What to produce.
In the entries below, how many lines include "async"? Reply with the number and nothing more.

Data listing.
============================================================
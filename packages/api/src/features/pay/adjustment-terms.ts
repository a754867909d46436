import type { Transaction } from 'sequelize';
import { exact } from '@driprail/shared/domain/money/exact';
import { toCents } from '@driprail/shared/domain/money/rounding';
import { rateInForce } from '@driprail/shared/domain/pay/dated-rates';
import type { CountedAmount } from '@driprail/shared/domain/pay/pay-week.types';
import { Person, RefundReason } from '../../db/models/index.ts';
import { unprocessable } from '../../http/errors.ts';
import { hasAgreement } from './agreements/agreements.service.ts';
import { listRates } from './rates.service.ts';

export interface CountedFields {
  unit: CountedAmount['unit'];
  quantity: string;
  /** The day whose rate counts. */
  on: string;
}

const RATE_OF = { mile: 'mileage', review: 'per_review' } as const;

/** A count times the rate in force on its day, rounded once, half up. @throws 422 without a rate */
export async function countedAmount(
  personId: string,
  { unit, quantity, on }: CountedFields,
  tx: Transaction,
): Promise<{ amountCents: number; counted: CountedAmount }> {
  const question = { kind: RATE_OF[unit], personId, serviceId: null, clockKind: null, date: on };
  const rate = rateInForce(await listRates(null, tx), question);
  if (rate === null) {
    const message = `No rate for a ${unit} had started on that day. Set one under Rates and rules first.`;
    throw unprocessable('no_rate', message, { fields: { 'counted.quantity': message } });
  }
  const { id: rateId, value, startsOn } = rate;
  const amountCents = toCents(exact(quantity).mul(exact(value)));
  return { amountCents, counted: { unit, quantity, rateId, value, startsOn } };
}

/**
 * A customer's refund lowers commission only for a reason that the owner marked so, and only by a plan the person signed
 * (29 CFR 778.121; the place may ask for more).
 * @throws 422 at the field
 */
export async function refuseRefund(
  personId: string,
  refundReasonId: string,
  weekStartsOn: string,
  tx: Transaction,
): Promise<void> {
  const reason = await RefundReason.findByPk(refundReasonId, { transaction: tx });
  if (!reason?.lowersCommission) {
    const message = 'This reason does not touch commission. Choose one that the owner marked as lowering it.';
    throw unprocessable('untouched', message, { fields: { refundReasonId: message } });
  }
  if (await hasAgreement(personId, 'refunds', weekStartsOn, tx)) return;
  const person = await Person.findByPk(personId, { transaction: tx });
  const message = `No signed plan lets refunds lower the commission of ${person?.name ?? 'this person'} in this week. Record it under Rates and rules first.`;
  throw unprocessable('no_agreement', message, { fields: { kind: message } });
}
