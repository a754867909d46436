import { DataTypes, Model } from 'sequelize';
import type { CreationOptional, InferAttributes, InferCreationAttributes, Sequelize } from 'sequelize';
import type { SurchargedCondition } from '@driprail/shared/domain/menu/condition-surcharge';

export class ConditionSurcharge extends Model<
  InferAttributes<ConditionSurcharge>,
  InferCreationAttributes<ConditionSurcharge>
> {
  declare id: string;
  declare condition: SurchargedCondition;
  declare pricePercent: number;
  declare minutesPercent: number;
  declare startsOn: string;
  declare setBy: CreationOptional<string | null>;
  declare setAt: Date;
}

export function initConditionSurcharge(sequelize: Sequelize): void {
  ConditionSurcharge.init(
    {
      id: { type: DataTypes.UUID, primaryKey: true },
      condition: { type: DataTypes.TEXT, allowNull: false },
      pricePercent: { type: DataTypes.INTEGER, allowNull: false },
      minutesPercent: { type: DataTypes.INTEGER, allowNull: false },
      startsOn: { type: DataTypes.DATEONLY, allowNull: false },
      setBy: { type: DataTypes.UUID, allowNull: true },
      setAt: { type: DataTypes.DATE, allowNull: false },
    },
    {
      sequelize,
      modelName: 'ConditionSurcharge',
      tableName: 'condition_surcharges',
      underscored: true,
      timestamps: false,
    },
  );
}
============================================================
Response area.
2